**Stored data:**
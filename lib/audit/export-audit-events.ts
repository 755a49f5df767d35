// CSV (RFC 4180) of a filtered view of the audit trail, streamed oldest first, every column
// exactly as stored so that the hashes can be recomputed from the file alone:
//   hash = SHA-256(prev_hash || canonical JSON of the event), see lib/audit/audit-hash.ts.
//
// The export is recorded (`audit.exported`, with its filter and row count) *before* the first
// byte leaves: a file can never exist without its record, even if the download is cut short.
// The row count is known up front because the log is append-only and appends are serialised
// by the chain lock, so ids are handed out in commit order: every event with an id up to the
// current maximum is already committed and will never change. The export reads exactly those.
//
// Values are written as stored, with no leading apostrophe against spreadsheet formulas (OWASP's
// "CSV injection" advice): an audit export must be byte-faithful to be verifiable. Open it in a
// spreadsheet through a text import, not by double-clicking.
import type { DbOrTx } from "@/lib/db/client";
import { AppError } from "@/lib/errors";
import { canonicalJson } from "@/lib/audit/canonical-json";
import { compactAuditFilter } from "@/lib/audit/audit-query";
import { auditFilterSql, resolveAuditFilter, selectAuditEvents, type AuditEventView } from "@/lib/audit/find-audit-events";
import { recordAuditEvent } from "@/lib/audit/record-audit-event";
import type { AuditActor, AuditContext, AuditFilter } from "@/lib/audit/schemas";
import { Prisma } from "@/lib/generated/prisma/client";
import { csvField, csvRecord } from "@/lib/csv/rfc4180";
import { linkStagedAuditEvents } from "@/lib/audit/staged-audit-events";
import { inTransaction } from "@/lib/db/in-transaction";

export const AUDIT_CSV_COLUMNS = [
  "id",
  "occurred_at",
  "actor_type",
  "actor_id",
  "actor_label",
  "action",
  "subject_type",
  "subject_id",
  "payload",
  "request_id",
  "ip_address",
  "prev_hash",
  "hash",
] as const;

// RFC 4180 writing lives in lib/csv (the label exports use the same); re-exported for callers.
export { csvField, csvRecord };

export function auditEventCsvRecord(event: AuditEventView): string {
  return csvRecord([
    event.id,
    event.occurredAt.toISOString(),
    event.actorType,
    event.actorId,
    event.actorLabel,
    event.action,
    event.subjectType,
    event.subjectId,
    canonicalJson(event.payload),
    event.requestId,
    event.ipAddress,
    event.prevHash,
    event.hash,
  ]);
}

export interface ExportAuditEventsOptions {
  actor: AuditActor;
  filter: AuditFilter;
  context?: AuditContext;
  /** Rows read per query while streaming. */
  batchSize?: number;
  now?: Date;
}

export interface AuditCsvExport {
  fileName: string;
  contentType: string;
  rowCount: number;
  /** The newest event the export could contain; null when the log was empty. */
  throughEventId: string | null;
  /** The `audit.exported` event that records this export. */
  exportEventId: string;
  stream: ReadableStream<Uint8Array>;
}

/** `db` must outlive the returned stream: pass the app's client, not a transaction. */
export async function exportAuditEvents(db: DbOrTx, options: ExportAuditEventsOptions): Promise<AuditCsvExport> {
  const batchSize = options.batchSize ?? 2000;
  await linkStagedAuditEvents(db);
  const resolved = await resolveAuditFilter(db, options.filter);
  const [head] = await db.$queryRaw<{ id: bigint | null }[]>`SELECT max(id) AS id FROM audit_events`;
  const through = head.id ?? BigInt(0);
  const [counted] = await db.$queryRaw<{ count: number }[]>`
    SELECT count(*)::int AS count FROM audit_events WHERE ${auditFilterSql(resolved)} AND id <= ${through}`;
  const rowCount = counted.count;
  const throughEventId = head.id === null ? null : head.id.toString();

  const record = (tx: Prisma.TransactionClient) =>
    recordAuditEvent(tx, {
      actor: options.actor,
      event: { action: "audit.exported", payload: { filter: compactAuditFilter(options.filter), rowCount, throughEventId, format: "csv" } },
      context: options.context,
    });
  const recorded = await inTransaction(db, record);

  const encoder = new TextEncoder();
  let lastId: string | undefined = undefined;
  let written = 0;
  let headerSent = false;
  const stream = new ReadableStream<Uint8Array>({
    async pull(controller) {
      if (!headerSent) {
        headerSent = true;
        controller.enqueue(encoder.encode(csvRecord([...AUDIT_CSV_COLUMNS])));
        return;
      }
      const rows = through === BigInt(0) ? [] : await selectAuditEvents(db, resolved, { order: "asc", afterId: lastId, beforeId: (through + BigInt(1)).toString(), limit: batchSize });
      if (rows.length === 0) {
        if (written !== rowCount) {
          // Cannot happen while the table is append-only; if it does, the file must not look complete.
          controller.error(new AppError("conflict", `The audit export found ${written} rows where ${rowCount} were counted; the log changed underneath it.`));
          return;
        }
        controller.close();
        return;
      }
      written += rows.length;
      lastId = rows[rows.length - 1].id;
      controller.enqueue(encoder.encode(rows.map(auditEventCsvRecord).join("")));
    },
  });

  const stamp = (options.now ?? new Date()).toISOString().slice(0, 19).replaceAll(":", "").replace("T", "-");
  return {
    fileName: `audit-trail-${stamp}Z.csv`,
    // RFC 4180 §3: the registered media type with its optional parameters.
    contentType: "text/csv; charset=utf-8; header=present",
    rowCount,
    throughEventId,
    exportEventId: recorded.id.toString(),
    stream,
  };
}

**About this task:**
For this exercise, return every line from the data that holds the string "selectAuditEvents".

**Your solution:**
import { auditFilterSql, resolveAuditFilter, selectAuditEvents, type AuditEventView } from "@/lib/audit/find-audit-events";
      const rows = through === BigInt(0) ? [] : await selectAuditEvents(db, resolved, { order: "asc", afterId: lastId, beforeId: (through + BigInt(1)).toString(), limit: batchSize });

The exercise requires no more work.